Data-driven Ranking and Selection under Input Uncertainty

TL;DR

This paper develops new simulation-based ranking and selection methods that adaptively handle input uncertainty and batch data, enabling efficient identification of the best design with fewer simulations.

Contribution

It introduces a moving average estimator and sequential elimination procedures with confidence bands that explicitly account for input uncertainty in an online setting.

Findings

The proposed methods effectively identify the best design with fewer batches.

Incorporating input uncertainty improves decision confidence.
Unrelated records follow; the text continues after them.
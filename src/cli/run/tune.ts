import { rename, writeFile, rm } from 'node:fs/promises';
import { createTwoFilesPatch } from 'diff';
import { parseLabels, type RegressionLabel } from '../../gate/tune/labels.js';
import { tuneHistory } from '../../gate/tune/tune.js';
import { applyConfigEdit, type ConfigEdit } from '../../config/write-config.js';
import type { TuneSetting } from '../../gate/tune/setting.js';
import { InputError } from '../../errors/input-error.js';
import { renderTuneJson } from '../../report/tune-json.js';
import { renderTuneText } from '../../report/tune-text.js';
import type { CliIo, CommandContext } from '../context.js';
import { loadConfig, parseConfig } from '../../config/load.js';
import { openHistory } from '../open-history.js';
import { resolvePath } from '../paths.js';
import { readFlagFile, readFlagFileIfAny } from '../read-text.js';

export interface TuneOptions {
  history: string;
  config?: string;
  labels?: string;
  target?: number;
  write?: string;
  /** Write even a blind recommendation (one that catches almost nothing). */
  force?: boolean;
  last?: number;
  format: 'text' | 'json';
}

/**
 * The work of `bellgate tune`: replays the gate clean and with injected regressions, prints the
 * settings and the recommendation, and writes it into the config with `--write` — every key it
 * recommends; a blind recommendation only with `--force`.
 * @throws InputError for an empty history, bad labels (file:line:col), unreadable files, a
 * `--write` without evidence, or a blind recommendation to write without `--force` (after printing).
 * @example await runTune(ctx, { history: 'h.json', format: 'text' })
 */
export async function runTune(ctx: CommandContext, options: TuneOptions): Promise<void> {
  const config = await loadConfig(options.config, ctx.io.cwd);
  // Whatever series the file holds: tune replays the document it is given.
  const { history } = await openHistory(ctx, options.history, undefined);
  if (history.runs.length === 0) {
    throw new InputError('the history holds no runs, so there is nothing to replay', {
      where: options.history,
      fix: 'record runs first (bellgate record / import)',
    });
  }
  let labels: RegressionLabel[] | undefined;
  if (options.labels !== undefined)
    labels = parseLabels(await readFlagFile(ctx, '--labels', options.labels, true), options.labels);
  // A config that cannot take the recommendation fails before the replay, not after it.
  const before = options.write === undefined ? undefined : await configText(ctx, options.write);
  const progress = progressBar(ctx.io);
  const result = tuneHistory({
    config,
    history,
    ...(labels === undefined ? {} : { labels }),
    ...(options.target === undefined ? {} : { target: options.target }),
    ...(options.last === undefined ? {} : { last: options.last }),
    onProgress: progress.update,
  });
  progress.done();
  const r = result.recommendation;
  let refused: InputError | undefined;
  let written: { file: string; diff: string } | undefined;
  if (options.write !== undefined) {
    if (r === undefined)
      refused = new InputError('no run could be replayed, so there is no recommendation to write', {
        where: options.history,
        fix: 'record at least min-runs + 1 runs first',
      });
    else if (r.blind && options.force !== true)
      refused = new InputError(
        `the recommended setting is blind (it catches ${Math.round(100 * (r.score.caught.at(-1)?.evidence.rate ?? 0))}% of the largest injected regressions), so it was not written`,
        {
          where: options.write,
          fix: 'see what it misses above; add --force to write it anyway, or raise --target',
        },
      );
    else written = await writeSuggestion(ctx, options.write, before!, editOf(r.setting));
  }
  if (options.format === 'json') {
    ctx.io.stdout(
      renderTuneJson(result, {
        ...(written === undefined ? {} : { written }),
        ...(refused === undefined ? {} : { refused: refused.message }),
      }),
    );
  } else {
    ctx.io.stdout(renderTuneText(result));
    if (written !== undefined) {
      ctx.io.stdout(
        written.diff === ''
          ? `\n${options.write}: already as recommended, not changed\n`
          : `\nwrote ${options.write}:\n${written.diff}`,
      );
    }
  }
  if (refused !== undefined) throw refused;
}

/** Every key of the recommended setting, as the config writer takes them. */
function editOf(s: TuneSetting): ConfigEdit {
  return {
    defaults: {
      transform: s.transform,
      sharedMove: s.sharedMove,
      changePoints: s.changePoints,
      ...(s.family === 'none' ? { cutoff: s.cutoff! } : {}),
    },
    family: s.family,
    ...(s.family === 'none' ? {} : { budget: s.budget! }),
  };
}

/** The text of the config to write into ('' when it does not exist yet), checked to be a valid config. */
async function configText(ctx: CommandContext, path: string): Promise<string> {
  const text = (await readFlagFileIfAny(ctx, '--write', path, true)) ?? '';
  parseConfig(text, path);
  return text;
}

/** Applies the suggestion to the file (missing: a new config), atomically; returns the unified diff ('' when unchanged). */
async function writeSuggestion(
  ctx: CommandContext,
  path: string,
  before: string,
  edit: ConfigEdit,
): Promise<{ file: string; diff: string }> {
  const full = resolvePath(ctx, path);
  const after = applyConfigEdit(before, path, edit);
  if (after === before) return { file: path, diff: '' };
  const temp = `${full}.bellgate-tune-${process.pid}.tmp`;
  try {
    await writeFile(temp, after, 'utf8');
    await rename(temp, full);
  } catch (error) {
    await rm(temp, { force: true });
    throw error;
  }
  return { file: path, diff: createTwoFilesPatch(path, path, before, after, 'before', 'suggested by bellgate tune') };
}

/** A one-line progress bar on stderr, drawn only when stderr is a terminal (CliIo's optional stderrIsTTY). */
function progressBar(io: CliIo): { update: (done: number, total: number) => void; done: () => void } {
  const tty = (io as CliIo & { stderrIsTTY?: boolean }).stderrIsTTY === true;
  let drawn = false;
  let last = -1;
  return {
    update(done, total) {
      if (!tty || total < 2) return;
      const width = 30;
      const filled = Math.round((width * done) / total);
      if (filled === last && done !== total) return;
      last = filled;
      drawn = true;
      io.stderr(`\rreplaying [${'#'.repeat(filled)}${'.'.repeat(width - filled)}] ${done}/${total} gate calls`);
    },
    done() {
      if (drawn) io.stderr('\r\u001b[K');
    },
  };
}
Optimizing the drop rate enhances simulation efficiency.

Abstract

We consider a simulation-based Ranking and Selection (R&S) problem with input uncertainty, where unknown input distributions can be estimated using input data arriving in batches of varying sizes over time. Each time a batch arrives, additional simulations can be run using updated input distribution estimates. The goal is to confidently identify the best design after collecting as few batches as possible. We first introduce a moving average estimator for aggregating simulation outputs generated under heterogenous input distributions. Then, based on a Sequential Elimination framework, we devise two major R&S procedures by establishing exact and asymptotic confidence bands for the estimator. In deriving the latter confidence bands, we incorporate the result of "Multiple Comparison with Best" and establish an asymptotic normality result which explicitly characterizes the tradeoff between input uncertainty and stochastic uncertainty in an online environment. We also extend our procedures to the indifference zone setting, which helps save simulation effort for practical usage. Numerical results show the effectiveness and necessity of our procedures. Moreover, the efficiency can be further boosted through optimizing the "drop rate" parameter of the estimator.